Your answer should consist of every line from the records that holds the string "keeps".

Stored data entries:

════

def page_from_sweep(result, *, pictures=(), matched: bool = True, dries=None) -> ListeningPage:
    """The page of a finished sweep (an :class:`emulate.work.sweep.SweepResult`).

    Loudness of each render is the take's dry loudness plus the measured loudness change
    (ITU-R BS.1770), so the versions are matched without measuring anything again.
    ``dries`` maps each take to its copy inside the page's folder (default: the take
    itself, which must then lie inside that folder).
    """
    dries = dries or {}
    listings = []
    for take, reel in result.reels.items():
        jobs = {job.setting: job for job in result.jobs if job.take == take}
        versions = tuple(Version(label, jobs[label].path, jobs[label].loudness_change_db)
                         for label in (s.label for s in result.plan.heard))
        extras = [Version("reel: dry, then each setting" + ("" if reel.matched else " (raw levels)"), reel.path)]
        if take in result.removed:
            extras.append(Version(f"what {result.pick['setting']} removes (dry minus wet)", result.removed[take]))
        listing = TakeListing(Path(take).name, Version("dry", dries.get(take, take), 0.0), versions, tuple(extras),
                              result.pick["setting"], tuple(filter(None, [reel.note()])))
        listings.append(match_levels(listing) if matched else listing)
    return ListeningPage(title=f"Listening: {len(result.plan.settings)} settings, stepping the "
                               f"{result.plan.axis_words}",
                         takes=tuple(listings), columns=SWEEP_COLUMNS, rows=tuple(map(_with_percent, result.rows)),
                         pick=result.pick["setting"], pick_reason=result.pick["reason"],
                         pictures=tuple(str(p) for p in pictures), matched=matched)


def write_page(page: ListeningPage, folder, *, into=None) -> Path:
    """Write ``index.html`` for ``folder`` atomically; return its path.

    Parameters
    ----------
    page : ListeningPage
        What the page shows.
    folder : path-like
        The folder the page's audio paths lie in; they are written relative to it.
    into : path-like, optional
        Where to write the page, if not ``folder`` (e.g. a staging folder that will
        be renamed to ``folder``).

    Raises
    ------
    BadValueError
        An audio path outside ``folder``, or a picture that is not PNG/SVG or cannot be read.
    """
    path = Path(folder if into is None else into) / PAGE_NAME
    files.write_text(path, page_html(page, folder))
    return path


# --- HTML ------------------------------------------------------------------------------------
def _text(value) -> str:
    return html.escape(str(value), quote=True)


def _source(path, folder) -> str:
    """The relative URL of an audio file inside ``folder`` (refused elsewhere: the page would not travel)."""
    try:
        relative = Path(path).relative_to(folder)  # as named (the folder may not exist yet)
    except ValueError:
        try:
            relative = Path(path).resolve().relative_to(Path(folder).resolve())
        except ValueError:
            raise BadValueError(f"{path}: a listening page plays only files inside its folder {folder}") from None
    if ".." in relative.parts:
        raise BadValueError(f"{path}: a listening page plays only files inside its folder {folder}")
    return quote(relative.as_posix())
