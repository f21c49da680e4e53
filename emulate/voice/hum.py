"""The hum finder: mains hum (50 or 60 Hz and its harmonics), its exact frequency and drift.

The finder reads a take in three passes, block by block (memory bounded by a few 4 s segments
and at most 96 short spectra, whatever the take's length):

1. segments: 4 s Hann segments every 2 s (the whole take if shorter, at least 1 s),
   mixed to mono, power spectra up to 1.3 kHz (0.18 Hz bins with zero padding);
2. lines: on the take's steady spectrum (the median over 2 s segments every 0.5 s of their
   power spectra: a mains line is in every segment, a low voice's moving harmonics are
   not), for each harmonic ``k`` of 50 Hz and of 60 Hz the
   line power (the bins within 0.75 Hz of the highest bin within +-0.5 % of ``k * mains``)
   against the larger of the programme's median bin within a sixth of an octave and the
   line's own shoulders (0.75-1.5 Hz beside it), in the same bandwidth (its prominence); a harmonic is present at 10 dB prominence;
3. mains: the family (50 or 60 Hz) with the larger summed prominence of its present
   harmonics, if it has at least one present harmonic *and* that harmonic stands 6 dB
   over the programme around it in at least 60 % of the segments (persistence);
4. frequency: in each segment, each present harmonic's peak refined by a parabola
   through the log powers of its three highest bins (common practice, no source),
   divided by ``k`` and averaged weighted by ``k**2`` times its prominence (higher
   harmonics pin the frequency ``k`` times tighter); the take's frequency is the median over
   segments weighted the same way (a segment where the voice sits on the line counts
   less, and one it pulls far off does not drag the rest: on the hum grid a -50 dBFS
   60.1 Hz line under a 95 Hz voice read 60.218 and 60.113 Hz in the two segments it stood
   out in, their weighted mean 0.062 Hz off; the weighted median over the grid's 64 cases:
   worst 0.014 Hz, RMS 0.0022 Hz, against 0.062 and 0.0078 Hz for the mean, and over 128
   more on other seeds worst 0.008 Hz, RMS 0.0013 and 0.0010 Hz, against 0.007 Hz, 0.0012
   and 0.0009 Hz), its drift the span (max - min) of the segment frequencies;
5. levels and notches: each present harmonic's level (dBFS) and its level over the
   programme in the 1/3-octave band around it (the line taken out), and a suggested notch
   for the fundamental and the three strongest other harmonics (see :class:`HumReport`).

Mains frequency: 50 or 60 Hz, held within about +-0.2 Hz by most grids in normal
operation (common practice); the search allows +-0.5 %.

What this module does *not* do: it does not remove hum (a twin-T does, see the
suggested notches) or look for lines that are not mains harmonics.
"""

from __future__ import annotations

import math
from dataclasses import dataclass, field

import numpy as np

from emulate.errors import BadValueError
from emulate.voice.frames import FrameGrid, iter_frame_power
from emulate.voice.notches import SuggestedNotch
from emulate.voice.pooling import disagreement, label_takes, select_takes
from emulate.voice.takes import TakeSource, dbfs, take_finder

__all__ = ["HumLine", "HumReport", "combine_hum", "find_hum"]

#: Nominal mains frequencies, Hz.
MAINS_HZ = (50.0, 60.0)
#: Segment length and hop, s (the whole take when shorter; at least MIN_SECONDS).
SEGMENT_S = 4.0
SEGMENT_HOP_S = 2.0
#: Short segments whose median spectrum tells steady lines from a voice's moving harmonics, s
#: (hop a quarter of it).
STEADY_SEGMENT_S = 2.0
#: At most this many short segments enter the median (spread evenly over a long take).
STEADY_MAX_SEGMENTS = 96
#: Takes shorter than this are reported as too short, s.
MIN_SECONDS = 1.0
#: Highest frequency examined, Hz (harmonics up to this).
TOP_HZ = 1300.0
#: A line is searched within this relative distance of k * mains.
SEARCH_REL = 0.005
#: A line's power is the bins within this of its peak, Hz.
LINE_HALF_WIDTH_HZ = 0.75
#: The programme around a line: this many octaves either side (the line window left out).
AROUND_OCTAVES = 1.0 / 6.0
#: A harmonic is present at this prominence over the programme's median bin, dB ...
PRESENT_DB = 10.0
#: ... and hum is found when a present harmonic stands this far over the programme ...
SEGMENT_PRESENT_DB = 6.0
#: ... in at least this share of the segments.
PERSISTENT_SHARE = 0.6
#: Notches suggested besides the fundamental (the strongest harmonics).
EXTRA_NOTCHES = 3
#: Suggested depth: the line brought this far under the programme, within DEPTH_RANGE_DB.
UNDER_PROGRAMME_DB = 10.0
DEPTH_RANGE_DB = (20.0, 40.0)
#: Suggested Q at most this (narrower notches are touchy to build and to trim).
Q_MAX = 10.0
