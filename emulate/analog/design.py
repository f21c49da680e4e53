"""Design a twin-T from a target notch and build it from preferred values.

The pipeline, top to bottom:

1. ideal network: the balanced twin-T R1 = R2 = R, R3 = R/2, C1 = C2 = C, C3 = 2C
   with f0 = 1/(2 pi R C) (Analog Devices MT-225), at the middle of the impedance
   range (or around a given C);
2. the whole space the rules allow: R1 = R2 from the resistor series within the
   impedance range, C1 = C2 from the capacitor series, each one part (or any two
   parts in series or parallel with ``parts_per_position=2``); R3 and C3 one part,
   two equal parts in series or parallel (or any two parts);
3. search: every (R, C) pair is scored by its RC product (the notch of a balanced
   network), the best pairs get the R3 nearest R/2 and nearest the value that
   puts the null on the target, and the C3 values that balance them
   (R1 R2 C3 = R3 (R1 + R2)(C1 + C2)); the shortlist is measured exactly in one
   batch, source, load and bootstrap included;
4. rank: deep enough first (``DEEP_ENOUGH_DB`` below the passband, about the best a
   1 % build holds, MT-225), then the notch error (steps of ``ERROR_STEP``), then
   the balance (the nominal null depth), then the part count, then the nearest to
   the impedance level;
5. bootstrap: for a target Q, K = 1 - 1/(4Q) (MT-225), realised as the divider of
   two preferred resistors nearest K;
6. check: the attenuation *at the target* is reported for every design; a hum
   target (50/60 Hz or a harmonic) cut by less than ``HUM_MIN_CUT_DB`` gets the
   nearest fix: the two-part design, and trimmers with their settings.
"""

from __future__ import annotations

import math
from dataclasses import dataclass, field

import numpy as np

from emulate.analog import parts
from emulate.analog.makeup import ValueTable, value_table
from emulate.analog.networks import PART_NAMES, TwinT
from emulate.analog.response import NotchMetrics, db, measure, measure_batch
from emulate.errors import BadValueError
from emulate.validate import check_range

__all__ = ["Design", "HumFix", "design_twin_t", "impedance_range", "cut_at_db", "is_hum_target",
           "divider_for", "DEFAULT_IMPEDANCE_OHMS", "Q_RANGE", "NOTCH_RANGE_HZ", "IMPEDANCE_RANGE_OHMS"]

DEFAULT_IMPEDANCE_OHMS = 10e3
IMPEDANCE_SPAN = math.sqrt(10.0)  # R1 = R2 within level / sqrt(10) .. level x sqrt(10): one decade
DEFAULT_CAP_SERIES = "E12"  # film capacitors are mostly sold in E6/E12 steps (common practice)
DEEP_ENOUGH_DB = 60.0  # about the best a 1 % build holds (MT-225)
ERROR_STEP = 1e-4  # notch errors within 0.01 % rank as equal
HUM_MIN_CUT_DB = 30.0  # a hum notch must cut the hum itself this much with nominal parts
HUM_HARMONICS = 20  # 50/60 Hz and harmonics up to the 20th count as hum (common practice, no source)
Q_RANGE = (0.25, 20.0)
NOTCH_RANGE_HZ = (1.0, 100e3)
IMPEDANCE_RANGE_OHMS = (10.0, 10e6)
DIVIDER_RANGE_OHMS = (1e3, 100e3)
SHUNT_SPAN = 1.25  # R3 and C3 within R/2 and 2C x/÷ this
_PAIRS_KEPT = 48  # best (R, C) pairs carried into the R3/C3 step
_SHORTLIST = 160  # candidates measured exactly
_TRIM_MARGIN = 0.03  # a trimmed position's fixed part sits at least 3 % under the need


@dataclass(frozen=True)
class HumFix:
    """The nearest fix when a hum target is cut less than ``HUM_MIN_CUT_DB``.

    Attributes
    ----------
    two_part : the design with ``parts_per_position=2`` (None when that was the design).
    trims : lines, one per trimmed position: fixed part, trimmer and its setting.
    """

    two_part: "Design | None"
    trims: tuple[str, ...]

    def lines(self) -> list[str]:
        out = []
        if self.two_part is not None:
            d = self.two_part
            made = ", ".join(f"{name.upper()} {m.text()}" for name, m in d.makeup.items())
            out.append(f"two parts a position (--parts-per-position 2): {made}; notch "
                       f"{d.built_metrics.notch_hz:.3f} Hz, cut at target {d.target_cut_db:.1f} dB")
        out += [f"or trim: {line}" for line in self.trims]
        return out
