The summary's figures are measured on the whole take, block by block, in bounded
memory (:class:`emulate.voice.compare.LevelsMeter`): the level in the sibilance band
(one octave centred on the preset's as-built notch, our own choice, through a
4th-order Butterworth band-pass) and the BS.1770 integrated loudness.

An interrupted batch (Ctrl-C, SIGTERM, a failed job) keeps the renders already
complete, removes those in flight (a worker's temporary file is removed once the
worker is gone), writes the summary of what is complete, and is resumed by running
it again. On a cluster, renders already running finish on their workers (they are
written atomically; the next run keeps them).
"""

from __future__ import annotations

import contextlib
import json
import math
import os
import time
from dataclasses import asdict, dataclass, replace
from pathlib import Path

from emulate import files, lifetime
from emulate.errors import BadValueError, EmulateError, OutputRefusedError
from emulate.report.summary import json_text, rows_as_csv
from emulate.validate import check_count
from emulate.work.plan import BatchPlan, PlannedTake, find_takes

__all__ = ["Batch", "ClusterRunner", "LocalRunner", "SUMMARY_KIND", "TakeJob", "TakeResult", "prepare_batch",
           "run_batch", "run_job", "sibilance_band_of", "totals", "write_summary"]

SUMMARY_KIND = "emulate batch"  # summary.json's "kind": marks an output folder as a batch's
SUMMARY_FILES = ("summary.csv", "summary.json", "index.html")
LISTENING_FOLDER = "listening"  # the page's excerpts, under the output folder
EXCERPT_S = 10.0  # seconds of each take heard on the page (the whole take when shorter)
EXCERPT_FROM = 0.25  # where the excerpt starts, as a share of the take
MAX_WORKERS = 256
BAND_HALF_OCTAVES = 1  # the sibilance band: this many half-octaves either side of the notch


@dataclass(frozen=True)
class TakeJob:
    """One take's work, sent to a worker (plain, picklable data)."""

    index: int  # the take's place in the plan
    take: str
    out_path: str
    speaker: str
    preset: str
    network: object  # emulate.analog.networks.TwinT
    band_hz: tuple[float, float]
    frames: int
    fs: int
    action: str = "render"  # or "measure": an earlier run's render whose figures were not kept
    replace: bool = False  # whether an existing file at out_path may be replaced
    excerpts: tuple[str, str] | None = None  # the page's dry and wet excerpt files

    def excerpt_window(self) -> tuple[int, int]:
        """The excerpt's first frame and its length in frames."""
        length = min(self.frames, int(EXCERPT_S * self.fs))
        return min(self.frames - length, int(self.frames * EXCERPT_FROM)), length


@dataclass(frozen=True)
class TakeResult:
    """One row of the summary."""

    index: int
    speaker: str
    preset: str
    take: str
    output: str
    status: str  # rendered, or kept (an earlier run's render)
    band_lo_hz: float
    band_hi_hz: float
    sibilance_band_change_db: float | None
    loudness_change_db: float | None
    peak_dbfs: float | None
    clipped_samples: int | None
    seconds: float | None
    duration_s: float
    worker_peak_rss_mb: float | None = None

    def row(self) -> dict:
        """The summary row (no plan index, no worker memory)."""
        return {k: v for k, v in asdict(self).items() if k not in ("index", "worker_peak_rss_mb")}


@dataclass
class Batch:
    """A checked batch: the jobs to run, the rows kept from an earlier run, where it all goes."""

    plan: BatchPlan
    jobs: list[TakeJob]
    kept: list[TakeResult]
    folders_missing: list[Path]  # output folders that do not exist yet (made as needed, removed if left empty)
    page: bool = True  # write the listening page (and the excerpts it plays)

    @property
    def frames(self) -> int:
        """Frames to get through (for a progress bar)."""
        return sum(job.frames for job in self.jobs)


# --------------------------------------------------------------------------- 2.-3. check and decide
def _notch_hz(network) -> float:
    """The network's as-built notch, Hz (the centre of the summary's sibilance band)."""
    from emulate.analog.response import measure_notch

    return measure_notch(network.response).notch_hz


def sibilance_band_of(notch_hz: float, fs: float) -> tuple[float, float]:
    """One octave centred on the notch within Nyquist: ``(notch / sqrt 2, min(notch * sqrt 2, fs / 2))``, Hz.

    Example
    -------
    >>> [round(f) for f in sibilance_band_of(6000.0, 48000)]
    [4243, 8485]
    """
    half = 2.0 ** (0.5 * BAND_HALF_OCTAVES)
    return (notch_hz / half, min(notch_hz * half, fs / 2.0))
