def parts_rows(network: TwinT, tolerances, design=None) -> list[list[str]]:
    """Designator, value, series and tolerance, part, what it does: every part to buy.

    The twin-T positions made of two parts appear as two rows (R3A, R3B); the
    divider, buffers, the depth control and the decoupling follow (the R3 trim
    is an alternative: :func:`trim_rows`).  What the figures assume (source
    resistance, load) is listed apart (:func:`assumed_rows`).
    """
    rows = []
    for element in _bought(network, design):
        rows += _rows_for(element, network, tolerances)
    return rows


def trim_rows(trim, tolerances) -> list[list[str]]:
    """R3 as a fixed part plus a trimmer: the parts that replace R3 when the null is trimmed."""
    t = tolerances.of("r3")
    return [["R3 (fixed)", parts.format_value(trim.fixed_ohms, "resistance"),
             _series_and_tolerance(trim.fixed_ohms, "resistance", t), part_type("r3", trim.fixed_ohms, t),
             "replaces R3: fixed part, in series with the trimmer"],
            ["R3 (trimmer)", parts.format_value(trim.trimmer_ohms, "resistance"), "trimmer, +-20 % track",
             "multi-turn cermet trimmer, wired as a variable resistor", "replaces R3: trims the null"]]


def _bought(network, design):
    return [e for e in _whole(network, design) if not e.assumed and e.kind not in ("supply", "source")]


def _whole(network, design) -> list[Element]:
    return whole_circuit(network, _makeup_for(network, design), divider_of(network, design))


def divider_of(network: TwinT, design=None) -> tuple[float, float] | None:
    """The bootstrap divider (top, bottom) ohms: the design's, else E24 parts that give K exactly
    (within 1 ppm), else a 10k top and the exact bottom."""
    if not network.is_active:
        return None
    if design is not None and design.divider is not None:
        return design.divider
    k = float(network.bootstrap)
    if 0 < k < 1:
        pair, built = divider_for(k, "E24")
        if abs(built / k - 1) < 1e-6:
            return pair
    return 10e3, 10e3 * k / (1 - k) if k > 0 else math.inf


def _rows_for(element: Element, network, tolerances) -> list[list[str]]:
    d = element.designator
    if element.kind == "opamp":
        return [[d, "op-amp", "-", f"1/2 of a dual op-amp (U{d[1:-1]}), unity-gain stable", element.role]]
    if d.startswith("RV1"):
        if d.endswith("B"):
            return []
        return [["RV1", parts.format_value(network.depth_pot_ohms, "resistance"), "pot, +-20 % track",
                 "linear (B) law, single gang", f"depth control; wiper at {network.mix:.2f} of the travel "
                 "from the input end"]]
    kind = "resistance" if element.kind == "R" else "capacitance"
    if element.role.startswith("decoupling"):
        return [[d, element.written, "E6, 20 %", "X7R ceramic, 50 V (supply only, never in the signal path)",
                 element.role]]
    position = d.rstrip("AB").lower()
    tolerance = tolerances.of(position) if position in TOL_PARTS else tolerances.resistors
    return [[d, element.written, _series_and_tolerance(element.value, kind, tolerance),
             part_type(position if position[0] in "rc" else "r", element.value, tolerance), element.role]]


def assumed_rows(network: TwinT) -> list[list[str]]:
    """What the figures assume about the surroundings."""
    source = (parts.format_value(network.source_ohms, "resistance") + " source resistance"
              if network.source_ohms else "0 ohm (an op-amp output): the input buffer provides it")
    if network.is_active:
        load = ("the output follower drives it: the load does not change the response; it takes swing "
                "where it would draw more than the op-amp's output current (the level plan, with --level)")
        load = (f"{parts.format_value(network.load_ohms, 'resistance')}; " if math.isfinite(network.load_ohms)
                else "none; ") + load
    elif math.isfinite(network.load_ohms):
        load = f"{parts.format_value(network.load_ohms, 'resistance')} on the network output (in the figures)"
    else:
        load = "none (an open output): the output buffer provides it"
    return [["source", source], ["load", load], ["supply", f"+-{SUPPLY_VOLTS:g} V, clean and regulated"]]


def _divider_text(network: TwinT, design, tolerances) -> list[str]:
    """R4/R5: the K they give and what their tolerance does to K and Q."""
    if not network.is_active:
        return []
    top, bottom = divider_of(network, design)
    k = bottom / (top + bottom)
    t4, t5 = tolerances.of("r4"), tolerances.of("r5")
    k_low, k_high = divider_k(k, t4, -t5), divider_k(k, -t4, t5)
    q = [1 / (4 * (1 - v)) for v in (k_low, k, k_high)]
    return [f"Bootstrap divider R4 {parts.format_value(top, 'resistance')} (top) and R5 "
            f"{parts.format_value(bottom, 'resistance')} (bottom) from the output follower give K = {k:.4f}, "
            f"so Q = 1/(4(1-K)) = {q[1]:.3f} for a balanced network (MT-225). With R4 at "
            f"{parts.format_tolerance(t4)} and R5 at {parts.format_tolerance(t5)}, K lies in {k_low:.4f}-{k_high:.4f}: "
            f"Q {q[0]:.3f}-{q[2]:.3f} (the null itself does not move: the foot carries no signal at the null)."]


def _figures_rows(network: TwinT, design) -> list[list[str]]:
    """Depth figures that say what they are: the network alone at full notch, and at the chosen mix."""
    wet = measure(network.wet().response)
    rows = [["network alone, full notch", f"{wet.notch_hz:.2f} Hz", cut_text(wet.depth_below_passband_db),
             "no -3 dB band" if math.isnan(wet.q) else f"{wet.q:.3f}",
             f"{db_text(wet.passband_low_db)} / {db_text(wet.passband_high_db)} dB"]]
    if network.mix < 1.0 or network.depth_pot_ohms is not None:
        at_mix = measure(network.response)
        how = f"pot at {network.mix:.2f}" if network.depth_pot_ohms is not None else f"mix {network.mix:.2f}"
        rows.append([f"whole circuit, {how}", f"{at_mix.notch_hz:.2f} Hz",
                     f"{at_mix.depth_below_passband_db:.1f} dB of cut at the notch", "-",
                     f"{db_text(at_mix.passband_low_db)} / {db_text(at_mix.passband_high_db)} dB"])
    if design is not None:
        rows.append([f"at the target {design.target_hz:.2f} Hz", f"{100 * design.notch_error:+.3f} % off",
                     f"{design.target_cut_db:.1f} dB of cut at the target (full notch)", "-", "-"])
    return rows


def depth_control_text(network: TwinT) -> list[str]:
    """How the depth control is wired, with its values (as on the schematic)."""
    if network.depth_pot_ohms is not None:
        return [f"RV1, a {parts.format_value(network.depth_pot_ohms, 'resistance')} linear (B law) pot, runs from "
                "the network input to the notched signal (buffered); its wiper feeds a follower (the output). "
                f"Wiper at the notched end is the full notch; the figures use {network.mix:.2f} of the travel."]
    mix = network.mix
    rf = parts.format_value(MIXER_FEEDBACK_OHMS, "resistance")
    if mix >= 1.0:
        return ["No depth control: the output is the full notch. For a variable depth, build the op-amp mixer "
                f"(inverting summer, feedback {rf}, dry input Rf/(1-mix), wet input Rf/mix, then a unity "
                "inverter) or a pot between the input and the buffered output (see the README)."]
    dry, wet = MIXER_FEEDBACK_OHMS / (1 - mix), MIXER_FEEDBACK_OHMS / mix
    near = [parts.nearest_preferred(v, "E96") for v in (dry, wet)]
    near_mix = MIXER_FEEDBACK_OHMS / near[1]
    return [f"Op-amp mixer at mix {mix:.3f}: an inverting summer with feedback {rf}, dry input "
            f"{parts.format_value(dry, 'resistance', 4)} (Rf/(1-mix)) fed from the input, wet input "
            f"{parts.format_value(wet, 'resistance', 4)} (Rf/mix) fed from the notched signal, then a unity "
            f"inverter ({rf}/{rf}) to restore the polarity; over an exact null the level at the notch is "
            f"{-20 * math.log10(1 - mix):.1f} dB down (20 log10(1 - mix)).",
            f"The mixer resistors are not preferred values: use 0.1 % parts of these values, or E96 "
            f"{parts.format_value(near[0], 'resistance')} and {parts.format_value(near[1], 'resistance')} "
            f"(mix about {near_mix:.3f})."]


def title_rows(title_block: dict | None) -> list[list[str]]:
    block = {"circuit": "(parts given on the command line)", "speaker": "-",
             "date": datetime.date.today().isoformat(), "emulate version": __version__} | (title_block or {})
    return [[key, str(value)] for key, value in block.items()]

════

Written answer »
An interrupted batch (Ctrl-C, SIGTERM, a failed job) keeps the renders already
written atomically; the next run keeps them).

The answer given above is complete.